Director of Domestic Policy Studies, Public Policy Program, Stanford University & Research Fellow at the Hoover Institution

Lanhee J. Chen, Ph.D. is the David and Diane Steffy Research Fellow at the Hoover Institution and Director of Domestic Policy Studies and Lecturer in the Public Policy Program at Stanford University.  He is also a Senior Counselor at the Brunswick Group, a global business advisory firm, and an Operating Partner at New Road Capital Partners, a private equity firm, where he helps to direct healthcare investments for the firm’s latest fund. 

 

A veteran of several high-profile political campaigns, Chen has worked in politics, government, the private sector, and academia. He has advised numerous major campaigns, including four presidential efforts. In 2012, he was policy director of the Romney-Ryan campaign and was responsible for developing the campaign’s domestic and foreign policy.

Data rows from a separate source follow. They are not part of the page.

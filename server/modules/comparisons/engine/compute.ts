/**
 * The comparison engine's entry point: runs (plain data) in, a whole comparison out — each run
 * corrected, compared against the baseline over the common range, with fairness warnings, the
 * run-to-run spread of every stage involved that has 2+ ready runs, colour slots and plain sentences.
 * Pure: no database, no HTTP; bad input is a {@link ComparisonEngineError}.
 */
import type { ComparisonOptions, ComparisonPreview, ComparisonResult } from '@shared/schemas/comparison';
import { type ArchiveRun, runColorSlots } from '../run-colors';
import { ComparisonEngineError } from './errors';
import { fairnessWarnings } from './fairness';
import { r3, r4 } from './labels';
import { alignedCurves, compareOrThrow, prepare } from './prepare';
import { describeResult, summarySentences } from './sentences';
import { bandKey, maxKnown, stageSpreads, within } from './spread';
import { DEFAULT_BAND_WIDTH, type EngineRun, type Prepared } from './types';

export interface ComparisonRequest {
  /** The compared runs in display order (baseline among them). */
  runIds: string[];
  baselineRunId: string;
  options: ComparisonOptions;
  /**
   * Colour slots to keep (a saved comparison's). Used only when every run has one; otherwise
   * (comparisons saved before slots were kept) all colours come from the archive.
   */
  colorSlots?: Record<string, number> | null;
}

/** Colour slots of the compared runs from their bikes' archives (run-colors.ts); `rows` hold every visible run of those bikes. */
function colorSlotsOf(rows: EngineRun[], all: Prepared[]): Map<string, number> {
  const bikeIds = new Set(all.map((p) => p.run.bike.id));
  const archive: ArchiveRun[] = rows
    .filter((r) => bikeIds.has(r.bike.id))
    .map((r) => ({ id: r.id, bikeId: r.bike.id, stagePosition: r.stage?.position ?? null, sequence: r.sequence, createdAt: r.createdAt }));
  return runColorSlots(archive, all.map((p) => p.run.id));
}

/**
 * Computes a comparison. `rows` hold the compared runs and, newest first, every other run the
 * spread and the colours look at (the compared runs' bikes' archives, their stages' ready runs).
 */
export function computeComparison(rows: EngineRun[], request: ComparisonRequest): ComparisonPreview {
  const { options } = request;
  const byId = new Map(rows.map((r) => [r.id, r]));
  const missing = request.runIds.filter((id) => !byId.has(id));
  if (missing.length) throw new ComparisonEngineError('NOT_FOUND', 'Run not found', { runIds: missing });
  if (!request.runIds.includes(request.baselineRunId)) throw new ComparisonEngineError('VALIDATION_FAILED', 'The baseline must be one of the compared runs', { baselineRunId: request.baselineRunId });
  const all = request.runIds.map((id) => prepare(byId.get(id)!, options));
  const baseline = all.find((p) => p.run.id === request.baselineRunId)!;
  const warnings = fairnessWarnings(all, baseline);

  const stageIds = [...new Set(all.map((p) => p.summary.stageId).filter((s): s is string => !!s))];
  const spreads = stageSpreads(rows, stageIds, options, new Map(all.map((p) => [p.run.id, p])));
  const width = options.bandWidthRpm ?? DEFAULT_BAND_WIDTH;
  const units = options.units ?? 'hp-lbft';
  const baseSpread = baseline.summary.stageId ? spreads.get(baseline.summary.stageId) : undefined;

  const results: ComparisonResult[] = all
    .filter((p) => p !== baseline)
    .map((p) => {
      const f = compareOrThrow(baseline, p, options);
      const own = p.summary.stageId ? spreads.get(p.summary.stageId) : undefined;
      const spread = {
        peakPowerHp: maxKnown(baseSpread?.info.peakPowerSpreadHp, own?.info.peakPowerSpreadHp),
        peakTorqueLbft: maxKnown(baseSpread?.info.peakTorqueSpreadLbft, own?.info.peakTorqueSpreadLbft),
        averagePowerHp: maxKnown(baseSpread?.info.averagePowerSpreadHp, own?.info.averagePowerSpreadHp),
      };
      const bands = f.bands.map((b) => {
        const key = bandKey(b.from, width);
        const s = maxKnown(baseSpread?.bands.get(key), own?.bands.get(key));
        return {
          from: b.from,
          to: b.to,
          averagePowerGainHp: r4(b.averagePowerGainHp),
          averageTorqueGainLbft: r4(b.averageTorqueGainLbft),
          spreadHp: s === null ? null : r4(s),
          withinRepeatability: within(b.averagePowerGainHp, s),
        };
      });
      const result: Omit<ComparisonResult, 'sentences'> = {
        runId: p.run.id,
        commonRpm: f.commonRpm,
        peakPowerGain: { hp: r4(f.peakPowerGain.hp), pct: r4(f.peakPowerGain.pct) },
        peakTorqueGain: { lbft: r4(f.peakTorqueGain.lbft), pct: r4(f.peakTorqueGain.pct) },
        peakPowerRpmShift: f.peakPowerRpmShift,
        peakTorqueRpmShift: f.peakTorqueRpmShift,
        areaGainPct: r4(f.areaGainPct),
        averagePowerGainHp: r4(f.averagePowerGainHp),
        averageTorqueGainLbft: r4(f.averageTorqueGainLbft),
        bands,
        largestGain: { rpm: f.largestGain.rpm, hp: r4(f.largestGain.hp) },
        largestLoss: { rpm: f.largestLoss.rpm, hp: r4(f.largestLoss.hp) },
        spread,
        withinRepeatability: {
          peakPower: within(f.peakPowerGain.hp, spread.peakPowerHp),
          peakTorque: within(f.peakTorqueGain.lbft, spread.peakTorqueLbft),
          averagePower: within(f.averagePowerGainHp, spread.averagePowerHp),
        },
        delta: { rpm: f.delta.rpm, powerHp: f.delta.powerHp.map(r3), torqueLbft: f.delta.torqueLbft.map(r3) },
      };
      return { ...result, sentences: describeResult(result, units) };
    });

  const nameOf = (runId: string) => all.find((p) => p.run.id === runId)!.summary.name;
  const summary = summarySentences(results, nameOf, baseline.summary.name, spreads.size > 0, warnings);

  const kept = request.colorSlots ?? {};
  const colors = request.runIds.every((id) => Number.isInteger(kept[id])) ? new Map(Object.entries(kept)) : colorSlotsOf(rows, all);
  for (const p of all) p.summary.colorIndex = colors.get(p.run.id) ?? 0;

  return {
    baseline: baseline.summary,
    runs: all.map((p) => p.summary),
    results,
    curves: alignedCurves(all, options),
    warnings,
    summary,
    repeatability: [...spreads.values()].map((s) => s.info),
    options: {
      correction: options.correction ?? null,
      smooth: options.smooth ?? 0,
      units,
      rpmRange: options.rpmRange ?? null,
      bandWidthRpm: width,
    },
  };
}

Chen also advised Senator Marco Rubio's 2016 presidential bid, served as Domestic Policy Director of Romney's 2008 campaign, and was a health policy adviser to the Bush-Cheney reelection campaign in 2004. During the 2014 and 2018 campaign cycles, Chen served as a Senior Adviser on Policy to the National Republican Senatorial Committee (NRSC).

  

From 2014 to 2018, Chen served as a presidentially-appointed and Senate-confirmed member of the Social Security Advisory Board—an independent, bipartisan panel that advises the president, Congress, and the Commissioner of Social Security on matters related to the Social Security and Supplemental Security Income programs.  He is currently a Senior Adviser to and member of the Aspen Economic Strategy Group, an Aspen Institute program, co-chaired by Hank Paulson and Erskine Bowles, that draws together a diverse range of distinguished leaders and thinkers to address significant structural challenges in the U.S. economy.

 

Chen was honored in 2015 as one of the POLITICO 50, a list of the “thinkers, doers, and visionaries transforming American politics.”  He earned a similar honor in 2012 when he was named one of POLITICO’s “50 Politicos to Watch.” 

 

Chen’s writings have appeared in a variety of outlets, including The Wall Street Journal, The New York Times, The Washington Post, the Los Angeles Times, and Bloomberg View.  He has been a CNN Political Commentator and provided political analysis and commentary on nearly every other major television network.  Chen is also a member of the Editorial Board of the Salem Media Group. 

 

In the Bush administration, Chen was a senior official at the US Department of Health and Human Services. His private-sector experience includes having been an associate attorney with the international law firm of Gibson, Dunn & Crutcher LLP, where he practiced business litigation. Chen was also the Winnie Neubauer Visiting Fellow in Health Policy Studies at the Heritage Foundation and worked as a health policy advocate for a major business group in Washington, DC.

 

In 2017, Chen was the William E. Simon Visiting Professor in the School of Public Policy at Pepperdine University.  At Stanford, he also serves on the Faculty Steering Committee of the Haas Center for Public Service, is an affiliate of the Freeman-Spogli Institute for International Studies, and was Lecturer in Law at Stanford Law School.  An eight-time winner of Harvard University’s Certificate of Distinction in Teaching, Chen’s scholarship has appeared or been cited in several of the nation’s top political science journals.

 

Chen serves in a variety of leadership roles in nonprofits and community-based organizations.  He is Chair of the Board of Directors of El Camino Hospital in the Silicon Valley, a member of the National Advisory Committee of the Democracy Fund, a Director of the Foundation for Research on Equal Opportunity (FREOPP), a member of the Advisory Board of the Partnership for the Future of Medicare, and a member of the Council of Scholars for the Better Medicare Alliance.  He is also a member of the Committee of 100, an organization of prominent Chinese Americans.

  

Chen earned his Ph.D. and A.M. in political science from Harvard University, his J.D. cum laude from Harvard Law School, and his A.B. magna cum laude in government from Harvard College. He is a member of the State Bar of California.

 

A native of Rowland Heights, California, he currently lives in the San Francisco Bay Area with his wife and children.